True and false identification method for electronic components

The focus of our discussion is the difference between original and new products of electronic components (mainly related to chip identification methods):

Original goods and new goods, here the new goods refers to the refurbished parts or disassembled parts, is processed after processing and then sold as original equipment. The following methods can be easily helped to identify us.

1. We can see if the surface of the integrated circuit chip has polished marks. If it is polished, there will be traces on the surface of the chip. Some will coat the surface with a thin coating to make it look shiny and without texture.

2. We can see silk screen. Most of the current chips are laser-marked or printed on a dedicated chip printer, which is clear and difficult to erase. Refurbished chips are susceptible to corrosion by cleaning agents, and are illegible, uneven, and misplaced.

3. We can look at the pins. Any tin-plated pins that are as bright as "new" must be refurbished. Most of the pins of the original IC are darker in color but uniform in color, and there is no trace of oxidation on the surface.

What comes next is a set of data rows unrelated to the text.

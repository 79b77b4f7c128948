// Hostile metric files in every format (own JSON, JSON Lines, CSV long and wide, OpenMetrics, Go
// benchmark, JUnit XML): well-formed documents carrying hostile names, values and units, chosen
// by fast-check (fixed seed, bounded runs; property-based testing is common practice for parsers),
// plus hand-picked attacks. The contract (src/inputs/parse.ts): sound readings, or an InputError
// that names the file — never another error, never a prototype touched.
import fc from 'fast-check';
import { afterAll, describe, expect, it } from 'vitest';
import { readFileSync } from 'node:fs';
import { join } from 'node:path';
import { checkMetricName, checkUnit } from '../../src/inputs/names.js';
import { parseMetricText } from '../../src/inputs/parse.js';
import type { ReadResult } from '../../src/inputs/run.js';
import { bellgate, scratch } from '../cli/helpers/cli-harness.js';
import { assertNoPollution, CaseCounter, FC, settledOrInputError, STACK_LINE } from './guards.js';
import { assertInertHtml, assertInertMarkdown, assertInertText } from './outputs.js';

const counter = new CaseCounter('metric files');
const work = scratch('bellgate-hostile-files-');
afterAll(() => {
  counter.print();
  work.remove();
});

const FILE = 'hostile.metrics';

/** Names that must come out inert: object machinery, markup, mentions, table breakers. */
const NASTY = [
  '__proto__',
  'constructor',
  'toString',
  'hasOwnProperty',
  '<img src=x onerror=alert(1)>',
  '](javascript:alert(1))',
  '@team',
  '#123',
  '`x`',
  'a|b',
  '"quoted"',
  "it's",
  '&amp;',
  '\\',
  '名前',
  '😀',
];
/** Characters every reader must refuse in a name. */
const REFUSED_CHARS = ['\u0000', '\u0007', '\u001b', '\u007f', '\u0085', '\u009b', '\u202e', '\u2066'];

// Weighted so that about half the documents are valid and read, the rest refused for one reason.
const nameArb = fc.oneof(
  { arbitrary: fc.constantFrom(...NASTY), weight: 12 },
  { arbitrary: fc.string({ unit: 'grapheme', minLength: 1, maxLength: 20 }), weight: 6 },
  {
    arbitrary: fc.tuple(fc.constantFrom(...NASTY), fc.constantFrom(...REFUSED_CHARS)).map(([a, b]) => `${a}${b}`),
    weight: 1,
  },
  { arbitrary: fc.constantFrom('', ' ', 'x'.repeat(513), 'y'.repeat(10 * 1024)), weight: 1 },
);
const numberText = fc.oneof(
  { arbitrary: fc.double({ noNaN: true, noDefaultInfinity: true }).map(String), weight: 15 },
  fc.constantFrom(
    'NaN',
    'Infinity',
    '-Infinity',
    '1e400',
    '-1e400',
    '-0',
    '',
    ' ',
    '0x10',
    '1_000',
    '1,5',
    '+1',
    '.5',
    '5.',
    '1e',
    'null',
    'true',
    '١٢',
  ),
);
const unitArb = fc.oneof(
  { arbitrary: fc.constantFrom('ns', 'B', '<b>u</b>', '@u', 'a|b', ''), weight: 8 },
  { arbitrary: fc.constantFrom('x'.repeat(65), 'm\u202es'), weight: 1 },
  { arbitrary: fc.string({ maxLength: 8 }), weight: 2 },
);

/** The contract of one parse, counted under `format`. */
async function contract(text: string, format: string | undefined, label: string): Promise<void> {
  const outcome = await settledOrInputError(
    () => parseMetricText(text, FILE, format),
    (result: ReadResult) => {
      for (const r of result.readings) {
        checkMetricName(r.name); // throws on a name no reader should have let through
        if (r.unit !== undefined) checkUnit(r.unit);
      }
      expect(result.readings.every((r) => Number.isFinite(r.value))).toBe(true);
      expect(result.readings.length + result.notFitted.size).toBeGreaterThan(0);
    },
  );
  counter.add(label, outcome);
}

async function refusalNamesFile(text: string, format: string): Promise<void> {
  try {
    await parseMetricText(text, FILE, format);
  } catch (error) {
    expect((error as { where?: string }).where ?? '').toContain(FILE);
  }
}

const csvCell = (s: string): string => `"${s.replace(/"/g, '""')}"`;
const xmlAttr = (s: string): string => s.replace(/&/g, '&amp;').replace(/</g, '&lt;').replace(/"/g, '&quot;');

/** Each format's document built from (name, value text, unit) triples. */
const BUILDERS: Record<string, (rows: Array<[string, string, string]>) => string> = {
  'json list': (rows) =>
    `{"metrics":[${rows.map(([n, v, u]) => `{"name":${JSON.stringify(n)},"value":${v === '' ? '""' : v},"unit":${JSON.stringify(u)}}`).join(',')}]}`,
  'json flat': (rows) => `{${rows.map(([n, v]) => `${JSON.stringify(n)}:${v === '' ? '""' : v}`).join(',')}}`,
  jsonl: (rows) =>
    rows
      .map(([n, v, u]) => `{"name":${JSON.stringify(n)},"value":${v === '' ? 'null' : v},"unit":${JSON.stringify(u)}}`)
      .join('\n'),
  'csv long': (rows) =>
    `name,value,unit\n${rows.map(([n, v, u]) => `${csvCell(n)},${csvCell(v)},${csvCell(u)}`).join('\r\n')}`,
  'csv wide': (rows) => `${rows.map(([n]) => csvCell(n)).join(',')}\n${rows.map(([, v]) => csvCell(v)).join(',')}\n`,
  openmetrics: (rows) => `${rows.map(([n, v], i) => `bench_${i}{case=${JSON.stringify(n)}} ${v}`).join('\n')}\n# EOF\n`,
  gobench: (rows) =>
    `goos: linux\n${rows.map(([n, v, u]) => `Benchmark${n.replace(/\s/g, '_')}-8 \t 100 \t ${v} ${u.replace(/\s/g, '') || 'ns/op'}`).join('\n')}\nPASS\n`,
  junit: (rows) =>
    `<?xml version="1.0"?><testsuite name="s">${rows.map(([n, v]) => `<testcase classname="c" name="${xmlAttr(n)}" time="${xmlAttr(v)}"/>`).join('')}</testsuite>`,
};
const FORMAT_OF: Record<string, string> = {
  'json list': 'json',
  'json flat': 'json',
  jsonl: 'jsonl',
  'csv long': 'csv',
  'csv wide': 'csv',
  openmetrics: 'openmetrics',
  gobench: 'gobench',
  junit: 'junit',
};

describe.each(Object.keys(BUILDERS))('%s documents with hostile names, values and units', (label) => {
  const build = BUILDERS[label]!;
  const format = FORMAT_OF[label]!;
  const rows = fc.array(fc.tuple(nameArb, numberText, unitArb), { minLength: 1, maxLength: 4 });
  it('read soundly or refused with an InputError naming the file, forced and detected', async () => {
    await fc.assert(
      fc.asyncProperty(rows, async (r) => {
        const text = build(r);
        await contract(text, format, label);
        await refusalNamesFile(text, format);
        await contract(text, undefined, 'detected');
      }),
      FC(100),
    );
  });
  it('refuses a document whose only name carries a control or bidi character', async () => {
    for (const c of REFUSED_CHARS) {
      const text = build([[`bad${c}name`, '1', 'ns']]);
      // Go benchmark and OpenMetrics put the name where the grammar already stops at odd characters:
      // they may read no metric (refused as empty) or a prefix; a reading never carries the character.
      const outcome = await settledOrInputError(
        () => parseMetricText(text, FILE, format),
        (res) => {
          for (const rd of res.readings) expect(rd.name).not.toContain(c);
        },
      );
      if (label.startsWith('json') || label.startsWith('csv') || label === 'junit')
        expect(outcome, JSON.stringify(c)).toBe('refused');
      counter.add(label, outcome);
    }
  });
});

describe('hand-picked attacks on the readers', () => {
  const cases: Array<[string, string, string | undefined]> = [
    ['__proto__ as a flat key', '{"__proto__": {"polluted": 1}, "a": 1}', 'json'],
    ['__proto__ as a flat value', '{"__proto__": 5}', 'json'],
    ['constructor.prototype', '{"constructor": {"prototype": {"polluted": 1}}}', 'json'],
    ['__proto__ inside an entry', '{"metrics": [{"name": "a", "value": 1, "__proto__": {"polluted": 1}}]}', 'json'],
    [
      '__proto__ as an entry name',
      '{"metrics": [{"name": "__proto__", "value": 1}, {"name": "constructor", "samples": [1, 2]}]}',
      'json',
    ],
    ['deep nesting', `${'['.repeat(100_000)}${']'.repeat(100_000)}`, 'json'],
    ['deep nesting, detected', `${'{"a":'.repeat(50_000)}1${'}'.repeat(50_000)}`, undefined],
    ['a 10 MB number', `{"a": ${'9'.repeat(10_000_000)}}`, 'json'],
    [
      'a million samples of one metric',
      `{"metrics":[{"name":"m","samples":[${Array(1_000_000).fill('1').join(',')}]}]}`,
      'json',
    ],
    ['duplicate names', '{"metrics":[{"name":"a","value":1},{"name":"a","value":2}]}', 'json'],
    [
      'jsonl __proto__ line',
      '{"name":"__proto__","value":1}\n{"__proto__":{"polluted":1},"name":"b","value":2}\n',
      'jsonl',
    ],
    ['jsonl huge line', `{"name":"a","value":1,"pad":"${'x'.repeat(2 * 1024 * 1024)}"}`, 'jsonl'],
    ['csv __proto__ header', '__proto__,constructor,toString\n1,2,3\n', 'csv'],
    ['csv quote never closed', 'name,value\n"a,1\n', 'csv'],
    ['csv one column', 'name\na\n', 'csv'],
    ['csv ragged rows', 'a,b\n1\n1,2,3\n', 'csv'],
    ['csv formula cells', 'name,value\n=HYPERLINK("http://x"),1\n@SUM(A1),2\n', 'csv'],
    [
      'openmetrics label bomb',
      `m{${Array.from({ length: 5000 }, (_, i) => `l${i}="v"`).join(',')}} 1\n# EOF\n`,
      'openmetrics',
    ],
    ['openmetrics escapes in labels', 'm{a="\\"<img src=x>\\n\\\\"} 1\n# EOF\n', 'openmetrics'],
    ['openmetrics NaN and Inf', 'a NaN\nb +Inf\nc -Inf\n# EOF\n', 'openmetrics'],
    ['gobench __proto__', 'Benchmark__proto__-8 10 5 ns/op\nBenchmarkconstructor 10 5 ns/op\n', 'gobench'],
    ['gobench odd units', 'BenchmarkA-8 10 5 <img/op 7 @team/op\n', 'gobench'],
    [
      'junit billion laughs',
      `<?xml version="1.0"?><!DOCTYPE l [<!ENTITY a "aaaaaaaaaa">${Array.from({ length: 9 }, (_, i) => `<!ENTITY ${'b'.repeat(i + 1)} "${`&${i === 0 ? 'a' : 'b'.repeat(i)};`.repeat(10)}">`).join('')}]><testsuite><testcase name="&bbbbbbbbb;" time="1"/></testsuite>`,
      'junit',
    ],
    [
      'junit external entity',
      '<?xml version="1.0"?><!DOCTYPE t [<!ENTITY x SYSTEM "file:///etc/passwd">]><testsuite><testcase name="&x;" time="1"/></testsuite>',
      'junit',
    ],
    [
      'junit __proto__ attributes',
      '<testsuite name="__proto__"><testcase classname="constructor" name="__proto__" time="1"/><testcase name="toString" time="2"/></testsuite>',
      'junit',
    ],
    [
      'junit deep nesting',
      `${'<testsuite>'.repeat(20_000)}<testcase name="a" time="1"/>${'</testsuite>'.repeat(20_000)}`,
      'junit',
    ],
    [
      'junit CDATA markup',
      '<testsuite><testcase name="a" time="1"><system-out><![CDATA[<img src=x onerror=alert(1)>]]></system-out></testcase></testsuite>',
      'junit',
    ],
    ['only a BOM', '\uFEFF', undefined],
    ['NUL bytes', '\u0000'.repeat(1000), undefined],
    ['lone surrogates', '{"\uD800": 1, "\uDFFF": 2}', 'json'],
    ['unknown format name', '{"a":1}', '__proto__'],
  ];
  it.each(cases)('%s', async (_label, text, format) => {
    const outcome = await settledOrInputError(
      () => parseMetricText(text, FILE, format),
      (res) => {
        // One expect per file, not per reading: a million readings would make the check the slow part.
        const names = new Set(res.readings.map((r) => r.name));
        for (const n of names) expect(checkMetricName(n)).toBe(n);
        expect(res.readings.every((r) => Number.isFinite(r.value))).toBe(true);
      },
      format !== '__proto__',
    );
    counter.add('hand-picked', outcome);
  });

  it('a JUnit entity expansion never grows a name past the limit nor reads a file', async () => {
    const laugh = cases.find(([l]) => l === 'junit external entity')![1];
    const out = await settledOrInputError(
      () => parseMetricText(laugh, FILE, 'junit'),
      (res) => {
        for (const r of res.readings) expect(r.name).not.toMatch(/root:|\/bin\//);
      },
    );
    counter.add('hand-picked', out);
  });
});

describe('hostile names in every format through the CLI (no history: every metric new)', () => {
  // One hostile name per format that its grammar lets through, shown in check and report --html.
  const files: Array<[string, string, string]> = [
    [
      'json',
      'm.json',
      JSON.stringify({ metrics: [{ name: '<img src=x onerror=alert(1)> @team #1 |', value: 1, unit: '<b>' }] }),
    ],
    ['jsonl', 'm.jsonl', `${JSON.stringify({ name: '](javascript:alert(1)) `x`', value: 2 })}\n`],
    ['csv', 'm.csv', 'name,value,unit\n"<script>alert(1)</script>|a|b",3,"@u"\n'],
    ['csv', 'w.csv', '"<img src=x onerror=alert(1)>","@team #2 |"\n1,2\n'],
    ['openmetrics', 'm.om', 'req_seconds{path="<img src=x onerror=alert(1)>",who="@team|#3"} 0.5\n# EOF\n'],
    ['gobench', 'b.txt', 'Benchmark<img_src=x_onerror=alert(1)>|@team#4-8 100 5 ns/op\n'],
    [
      'junit',
      'j.xml',
      '<testsuite name="@team"><testcase classname="&lt;img src=x onerror=alert(1)&gt;" name="|#5|`" time="1.5"/></testsuite>',
    ],
  ];
  it.each(files)('%s (%s)', async (format, file, text) => {
    const path = work.write(`${format}-${file}`, text);
    const history = join(work.dir, `${file}.history.json`);
    const base = ['--metrics', path, '--history', history, '--input-format', format];
    const md = await bellgate(work.dir, ['check', ...base, '--format', 'markdown']);
    expect(md.stderr).not.toMatch(STACK_LINE);
    expect(md.code, md.stderr).toBe(0);
    assertInertMarkdown(md.stdout);
    const txt = await bellgate(work.dir, ['check', ...base, '--format', 'text']);
    assertInertText(txt.stdout);
    const json = await bellgate(work.dir, ['check', ...base, '--format', 'json']);
    const names = (JSON.parse(json.stdout) as { metrics: Array<{ name: string; status: string }> }).metrics;
    expect(names.length).toBeGreaterThan(0);
    expect(names.every((m) => m.status === 'new')).toBe(true);
    const html = join(work.dir, `${file}.html`);
    const rep = await bellgate(work.dir, ['report', ...base, '--html', html]);
    expect(rep.code, rep.stderr).toBe(0);
    assertInertHtml(readFileSync(html, 'utf8'));
    assertNoPollution();
    counter.add(`cli ${format}`, 'ok');
  });
});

4. We can see the device production date and the package factory label. The label of the original goods, including the label on the bottom of the chip, should be consistent and the production time should be consistent with the product, but the label of the refurnished goods without Remark is confusing and the production time is different.

5. We can measure the thickness of the device. Many original laser-printed refurbishments have to be polished to remove the original mark. The overall thickness of such a device will be significantly smaller than the normal size, which can be compared with the original or with a caliper.

The above are some simple identification methods, for reference only.